Noteworthy Deaths

Director of 1974 NYC-set Pelham thriller

Joseph Sargent, a director who won four Emmy Awards for television movies but whose best-known work was the 1974 thriller The Taking of Pelham One Two Three, which chillingly presented the gritty New York City of the 1970s, died Monday at his home in Malibu, Calif. He was 89.

His wife, Carolyn Nelson Sargent, said the cause was complications of chronic obstructive pulmonary disease.

Sargent acted on television shows such as Gunsmoke and The Twilight Zone in the 1950s and early '60s, often in uncredited parts, before he switched to directing, working on Lassie, The Man From U.N.C.L.E., Star Trek and other series. In a career that lasted almost five decades, he directed numerous made-for-TV movies and about a dozen theatrical features.

He won his first Emmy in 1973 for directing The Marcus-Nelson Murders, a TV movie written by Abby Mann.
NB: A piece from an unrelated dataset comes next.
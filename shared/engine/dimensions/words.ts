import type { Dimension } from './dimension'

/** A dimension in words, with its article: `a pressure`, `a torque or energy`. */
export declare const inWords: (dimension: Dimension) => string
A crime drama with a strong subtext on racial bias, it starred Telly Savalas and served as the pilot for his long-running police procedural, Kojak.
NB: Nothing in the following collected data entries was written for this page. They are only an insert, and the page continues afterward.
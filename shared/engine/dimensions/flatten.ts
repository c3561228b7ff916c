/** Opens a product to its factors: what stands above and below the line, through brackets, signs and powers. */
import type { Expression } from '../parse/expression'
import { ambiguousDivision, mismatch } from '../problems'
import { isDimension, type Checking } from './checking'
import { dimensionless, isDimensionless, type Dimension } from './dimension'
import { constantOf, isProduct, tally, type Factor } from './factors'
import { inWords } from './words'

type Binary = Extract<Expression, { type: 'binary' }>

const isLeaf = (node: Expression): boolean =>
  node.type === 'number' ||
  node.type === 'quantity' ||
  node.type === 'symbol' ||
  (node.type === 'unary' && node.operator !== 'not' && isLeaf(node.operand)) ||
  (node.type === 'group' && isLeaf(node.inner))

/** A factor that is neither a literal nor pi. */
export const quantityFactor = (
  node: Expression,
  exponent: number,
  dimension: Dimension | undefined,
  bracket?: Expression,
): Factor => ({ node, exponent, kind: 'quantity', value: Number.NaN, dimension, bracket })

/** A power whose exponent is no constant has a fixed dimension only where its base is a bare number. */
const raised = (checking: Checking, base: Expression, exponent: Expression): Dimension | undefined => {
  const own = checking.of(base)
  const count = checking.of(exponent)
  if (own === 'truth') return checking.notValue(base)
  if (count === 'truth') return checking.notValue(exponent)
  if (isDimension(count) && !isDimensionless(count)) {
    const message = `An exponent is a bare number; ${checking.shown(exponent)} is ${inWords(count)}.`
    return checking.note(mismatch(message, checking.span(exponent)))
  }
  if (isDimension(own) && !isDimensionless(own)) {
    const shown = checking.shown(base)
    const message = `${shown} is ${inWords(own)}, and its exponent ${checking.shown(exponent)} is no constant: the result would have no fixed dimension. Divide ${shown} by a reference first.`
    return checking.note(mismatch(message, checking.span(base)))
  }
  return own === undefined || count === undefined ? undefined : dimensionless
}

/** `1/2 m` after something dimensionless: whether the unit is divided, too, both readings. */
const checkDivision = (checking: Checking, { left, right }: Binary, before: Dimension | undefined): void => {
  if (right.type !== 'quantity' || right.unit.factors.length === 0) return
  if (before === undefined || !isDimensionless(before)) return
  const { text } = checking.parsed
  const over = checking.shown(left)
  const divisor = checking.shown(right)
  const unit = text.slice(right.range.from + right.text.length, right.range.to).trim()
  const readings = [`${over}/(${divisor})`, `${over}/${right.text}*1 ${unit}`]
  checking.note(
    ambiguousDivision(
      `${over}/${divisor}`,
      readings.map((reading) => ({
        shown: reading,
        text: text.slice(0, left.range.from) + reading + text.slice(right.range.to),
      })),
      { field: checking.field, from: left.range.from, to: right.range.to },
    ),
  )
}

/**
 * Appends the factors of `node`, raised to `exponent`, to `factors`, in the order of the text.
 * @param bracket the outermost bracket of the product that it stands in
 */
export const flatten = (
  checking: Checking,
  node: Expression,
  exponent: number,
  factors: Factor[],
  bracket?: Expression,
): void => {
  const open = (part: Expression, power: number, within = bracket): void =>
    flatten(checking, part, power, factors, within)
  const add = (dimension: Dimension | undefined): void => {
    factors.push(quantityFactor(node, exponent, dimension, bracket))
  }
  switch (node.type) {
    case 'symbol':
      if (node.name !== 'pi') return add(checking.context.dimensionOfSymbol(node.name))
      factors.push({ ...quantityFactor(node, exponent, dimensionless, bracket), kind: 'pi' })
      return
    case 'number': {
      const { value } = node
      factors.push({ ...quantityFactor(node, exponent, dimensionless, bracket), kind: 'literal', value })
      return
    }
    case 'unary':
      if (node.operator !== 'not') return open(node.operand, exponent)
      break
    case 'group':
      if (isProduct(node.inner) || isLeaf(node.inner)) return open(node.inner, exponent, bracket ?? node)
      break
    case 'binary': {
      const { operator, left, right } = node
      if (operator === '*' || operator === '/') {
        const first = factors.length
        open(left, exponent)
        if (operator === '/' && right.type === 'quantity')
          checkDivision(checking, node, tally(factors.slice(first)).dimension)
        return open(right, operator === '*' ? exponent : -exponent)
      }
      if (operator === '^') {
        const constant = constantOf(right)
        return constant === undefined ? add(raised(checking, left, right)) : open(left, exponent * constant)
      }
      break
    }
    default:
  }
  const sort = checking.of(node)
  if (sort === 'truth') checking.notValue(node)
  add(sort === 'any' ? dimensionless : isDimension(sort) ? sort : undefined)
}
In The Taking of Pelham One Two Three, another gritty drama set in New York with a screenplay by Peter Stone based on a novel by John Godey, Sargent conjured a straphanger's nightmare: Hijackers take over a subway train and hold its 18 passengers hostage. If their demands for $1 million are not met within an hour, they say, they will shoot a hostage every minute.

The film developed an enthusiastic following over the years and found broader favor when Quentin Tarantino cited it as an influence. A 2009 remake of Pelham, directed by Tony Scott and starring John Travolta and Denzel Washington, was less successful.